<<<<

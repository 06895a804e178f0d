using System.Buffers.Binary;
using System.Text;
using Assay.Config;
using Assay.Input;
using Assay.Tests.Support;
using Assay.Weights;
using FsCheck;
using FsCheck.Fluent;

namespace Assay.Tests.Hardening;

/// <summary>
/// Property-based tests (FsCheck 3) of the loaders against structured mutations of their inputs. The only outcome
/// allowed for bad input is the loader's own exception; a file that opens must be readable within its bounds.
/// Each case is one FsCheck-generated (seed, mutation) pair that builds a file deterministically.
/// </summary>
public sealed class LoaderPropertyTests : IDisposable
{
    /// <summary>Cases per property: 400 in the default run; <c>ASSAY_PROPERTY_CASES</c> sets more for a long run.</summary>
    private static readonly int Cases = CasesOr(400);

    /// <summary>Cases per property: <c>ASSAY_PROPERTY_CASES</c> when set, else <paramref name="byDefault"/>.</summary>
    internal static int CasesOr(int byDefault) =>
        int.TryParse(Environment.GetEnvironmentVariable("ASSAY_PROPERTY_CASES"), out int n) && n > 0 ? n : byDefault;

    private readonly TempFolder _temp = new();

    private static readonly string[] DTypes = ["F32", "F16", "BF16", "I64", "U8", "BOOL", "F64", "I32"];

    public void Dispose() => _temp.Dispose();

    /// <summary>The safetensors mutations: what each one does to an otherwise valid file.</summary>
    private enum Mutation
    {
        None, HugeShape, OffsetPastEnd, BeginAfterEnd, Overlap, DuplicateName, HeaderLengthTooLarge, HeaderLengthOverCap,
        DeepNesting, InvalidUtf8Name, TruncatedData, FlippedHeaderByte, RankOverCap, UnknownDType, NonNumberDimension,
        NegativeOffset, MetadataNotStrings, EmptyFile,
    }

    [Fact]
    public void Safetensors_files_open_correctly_or_fail_with_WeightsFormatException()
    {
        int n = 0;
        Gen<(int Seed, Mutation Mutation)> cases =
            from seed in Gen.Choose(0, int.MaxValue)
            from m in Gen.Elements(Enum.GetValues<Mutation>())
            select (seed, m);
        Prop.ForAll(cases.ToArbitrary(), c =>
        {
            string path = _temp.File($"f{n++}.safetensors");
            File.WriteAllBytes(path, BuildSafetensors(c.Seed, c.Mutation));
            try
            {
                using SafetensorsFile f = SafetensorsFile.Open(path);
                Assert.True(c.Mutation is Mutation.None or Mutation.FlippedHeaderByte or Mutation.OffsetPastEnd or Mutation.TruncatedData,
                    $"{c.Mutation} (seed {c.Seed}) was accepted");
                foreach (TensorInfo t in f.Tensors)
                {
                    Assert.InRange(t.DataEnd, t.DataBegin, f.FileLength);
                    if (t.DType.IsParameterType())
                    {
                        f.ReadFloat32(t, new float[t.ElementCount]);
                    }
                }
            }
            catch (WeightsFormatException e)
            {
                Assert.NotEqual(Mutation.None, c.Mutation);
                Assert.StartsWith(path, e.Message, StringComparison.Ordinal);
            }
        }).Check(FsCheck.Config.QuickThrowOnFailure.WithMaxTest(Cases));
    }

    [Fact]
    public void Config_files_load_or_fail_with_ModelConfigException()
    {
        // A GPT-2 config and the published configs of every other family (rope_scaling objects, windows, rotary_pct).
        string[] valid =
        [
            """{"model_type": "gpt2", "n_embd": 48, "n_layer": 2, "n_head": 3, "n_positions": 40, "vocab_size": 300, "layer_norm_epsilon": 1e-5, "activation_function": "gelu_new"}""",
            .. Assay.Tests.Config.PublishedConfigs.All.Select(p => p.Json),
        ];
        int n = 0;
        Gen<(int Seed, int Kind, int Which)> cases = from seed in Gen.Choose(0, int.MaxValue) from kind in Gen.Choose(0, 5)
                                                     from which in Gen.Choose(0, valid.Length - 1) select (seed, kind, which);
        Prop.ForAll(cases.ToArbitrary(), c =>
        {
            string path = _temp.File($"config{n++}.json");
            File.WriteAllBytes(path, Mutate(Encoding.UTF8.GetBytes(valid[c.Which]), c.Seed, c.Kind));
            try
            {
                ModelConfig.Load(path);
            }
            catch (ModelConfigException e)
            {
                Assert.Contains(path, e.Message, StringComparison.Ordinal);
            }
        }).Check(FsCheck.Config.QuickThrowOnFailure.WithMaxTest(Cases));
    }

    [Fact]
    public void Text_inputs_yield_records_or_fail_with_TextInputException()
    {
        string[] samples =
        [
            "{\"id\": 1, \"text\": \"a lamp\", \"label\": \"x\"}\n{\"id\": 2, \"text\": \"rope\"}\n",
            "id,text,label\n1,\"a \"\"lamp\"\"\",x\n2,rope,y\n",
            "id\ttext\tlabel\n1\ta lamp\tx\n",
            "a lamp\nrope\n",
        ];
        string[] extensions = [".jsonl", ".csv", ".tsv", ".txt"];
        int n = 0;
        Gen<(int Seed, int Kind, int Format)> cases =
            from seed in Gen.Choose(0, int.MaxValue) from kind in Gen.Choose(0, 6) from format in Gen.Choose(0, 3)
            select (seed, kind, format);
        Prop.ForAll(cases.ToArbitrary(), c =>
        {
            string path = _temp.File($"input{n++}{extensions[c.Format]}");
            File.WriteAllBytes(path, Mutate(Encoding.UTF8.GetBytes(samples[c.Format]), c.Seed, c.Kind));
            try
            {
                using TextInputReader reader = TextInputReader.Open(path);
                foreach (InputRecord r in reader.Records())
                {
                    Assert.True(r.Accepted ? r.Text is { Length: > 0 } : r.Rejection is { Length: > 0 });
                }
            }
            catch (TextInputException e)
            {
                Assert.Contains(path, e.Message, StringComparison.Ordinal);
            }
        }).Check(FsCheck.Config.QuickThrowOnFailure.WithMaxTest(Cases));
    }

    /// <summary>
    /// Byte-level mutations of a valid file: 0 flip bytes, 1 insert invalid UTF-8, 2 truncate, 3 duplicate a slice,
    /// 4 nest the JSON deeply, 5 replace a digit run with a number past 64 bits, 6 insert JSON escapes (lone and paired
    /// surrogates, NUL, malformed escapes) or a key given twice.
    /// </summary>
    internal static byte[] Mutate(byte[] valid, int seed, int kind)
    {
        var rng = new Random(seed);
        var bytes = new List<byte>(valid);
        switch (kind)
        {
            case 0:
                for (int i = 0; i < 1 + rng.Next(4); i++)
                {
                    bytes[rng.Next(bytes.Count)] = (byte)rng.Next(256);
                }
                break;
            case 1:
                bytes.InsertRange(rng.Next(bytes.Count), new byte[] { 0xC3, 0x28, 0xFF, 0xED, 0xA0, 0x80 }[..(1 + rng.Next(6))]);
                break;
            case 2:
            {
                int at = rng.Next(bytes.Count);
                bytes.RemoveRange(at, bytes.Count - at);
                break;
            }
            case 3:
            {
                int at = rng.Next(bytes.Count), length = rng.Next(bytes.Count - at);
                bytes.InsertRange(rng.Next(bytes.Count), bytes.GetRange(at, length));
                break;
            }
            case 6:
            {
                string[] escapes = ["\\ud800", "\\udc00", "\\ud83d\\ude42", "\\ude42\\ud83d", "\\u0000", "\\x", "\\u12", "\\", "\", \"text\": \"dup"];
                for (int i = 0; i < 1 + rng.Next(3); i++)
                {
                    bytes.InsertRange(rng.Next(bytes.Count), Encoding.UTF8.GetBytes(escapes[rng.Next(escapes.Length)]));
                }
                break;
            }
            case 4:
            {
                int depth = 10 + rng.Next(5000);
                return Encoding.UTF8.GetBytes(new string('[', depth) + new string(']', depth));
            }
            default:
            {
                string text = Encoding.UTF8.GetString(valid);
                int digit = text.IndexOfAny("0123456789".ToCharArray(), rng.Next(text.Length));
                return digit < 0 ? valid : Encoding.UTF8.GetBytes(text[..digit] + "99999999999999999999999" + text[digit..]);
            }
        }
        return [.. bytes];
    }

    /// <summary>1–4 tensors (2–4 for a duplicate name) laid end to end with one <see cref="Mutation"/> applied to the header or the data.</summary>
    private static byte[] BuildSafetensors(int seed, Mutation mutation)
    {
        var rng = new Random(seed);
        int count = (mutation == Mutation.DuplicateName ? 2 : 1) + rng.Next(3);
        var entries = new List<string>();
        long offset = 0;
        for (int i = 0; i < count; i++)
        {
            string dtype = DTypes[rng.Next(DTypes.Length)];
            int size = dtype switch { "F32" or "I32" => 4, "F16" or "BF16" => 2, "I64" or "F64" => 8, _ => 1 };
            long[] shape = [.. Enumerable.Range(0, rng.Next(4)).Select(_ => (long)rng.Next(5))];
            if (mutation == Mutation.Overlap && i == count - 1)
            {
                shape = [2];   // a tensor with bytes, so moving it by one byte overlaps its neighbour or leaves a gap
            }
            long bytes = shape.Aggregate(1L, (a, b) => a * b) * size;
            string shapeText = string.Join(", ", shape);
            long begin = offset, end = offset + bytes;
            string name = $"t{i}";
            switch (mutation)
            {
                case Mutation.HugeShape when i == 0:
                    shapeText = rng.Next(2) == 0 ? "4294967296, 4294967296" : "9223372036854775807, 2";
                    break;
                case Mutation.BeginAfterEnd when i == 0:
                    (begin, end) = (end + 1, begin);
                    break;
                case Mutation.Overlap when i == count - 1 && i > 0:
                    begin -= 1;
                    end -= 1;
                    break;
                case Mutation.Overlap when count == 1:
                    begin += 2;
                    end += 2;
                    break;
                case Mutation.DuplicateName when i == count - 1:
                    name = "t0";
                    break;
                case Mutation.InvalidUtf8Name when i == 0:
                    name = "\uFFFFbad";
                    break;
                case Mutation.RankOverCap when i == 0:
                    shapeText = string.Join(", ", Enumerable.Repeat("1", 9 + rng.Next(100)));
                    break;
                case Mutation.UnknownDType when i == 0:
                    dtype = rng.Next(2) == 0 ? "F128" : "";
                    break;
                case Mutation.NonNumberDimension when i == 0:
                    shapeText = rng.Next(2) == 0 ? "\"4\"" : "1.5";
                    break;
                case Mutation.NegativeOffset when i == 0:
                    begin = -8;
                    break;
                default:
                    break;
            }
            entries.Add($"\"{name}\": {{\"dtype\": \"{dtype}\", \"shape\": [{shapeText}], \"data_offsets\": [{begin}, {end}]}}");
            offset += bytes;
        }
        long dataLength = offset;
        if (mutation == Mutation.OffsetPastEnd)
        {
            dataLength = Math.Max(0, offset - 1 - rng.Next(4));
        }
        string metadata = mutation switch
        {
            Mutation.DeepNesting => "\"__metadata__\": " + new string('[', 200) + new string(']', 200) + ", ",
            Mutation.MetadataNotStrings => "\"__metadata__\": {\"k\": 1}, ",
            _ => "",
        };
        byte[] header = Encoding.UTF8.GetBytes("{" + metadata + string.Join(", ", entries) + "}");
        if (mutation == Mutation.InvalidUtf8Name)
        {
            int at = Array.IndexOf(header, (byte)0xEF);
            header[at] = 0xFF;   // U+FFFF's lead byte becomes a byte that never starts a UTF-8 sequence
        }
        if (mutation == Mutation.FlippedHeaderByte)
        {
            header[rng.Next(header.Length)] ^= (byte)(1 + rng.Next(255));
        }
        if (mutation == Mutation.EmptyFile)
        {
            return new byte[rng.Next(8)];
        }

        byte[] file = new byte[8 + header.Length + dataLength];
        ulong lengthField = mutation switch
        {
            Mutation.HeaderLengthTooLarge => (ulong)(header.Length + dataLength + 1 + rng.Next(1000)),
            Mutation.HeaderLengthOverCap => ulong.MaxValue - (ulong)rng.Next(1000),
            _ => (ulong)header.Length,
        };
        BinaryPrimitives.WriteUInt64LittleEndian(file, lengthField);
        header.CopyTo(file, 8);
        new Random(seed + 1).NextBytes(file.AsSpan(8 + header.Length));
        if (mutation == Mutation.TruncatedData && file.Length > 8 + header.Length)
        {
            return file[..^1];
        }
        return file;
    }
}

>>>>

Please tally the lines of the entries that contain the string "MetadataNotStrings" and reply with the count alone.

2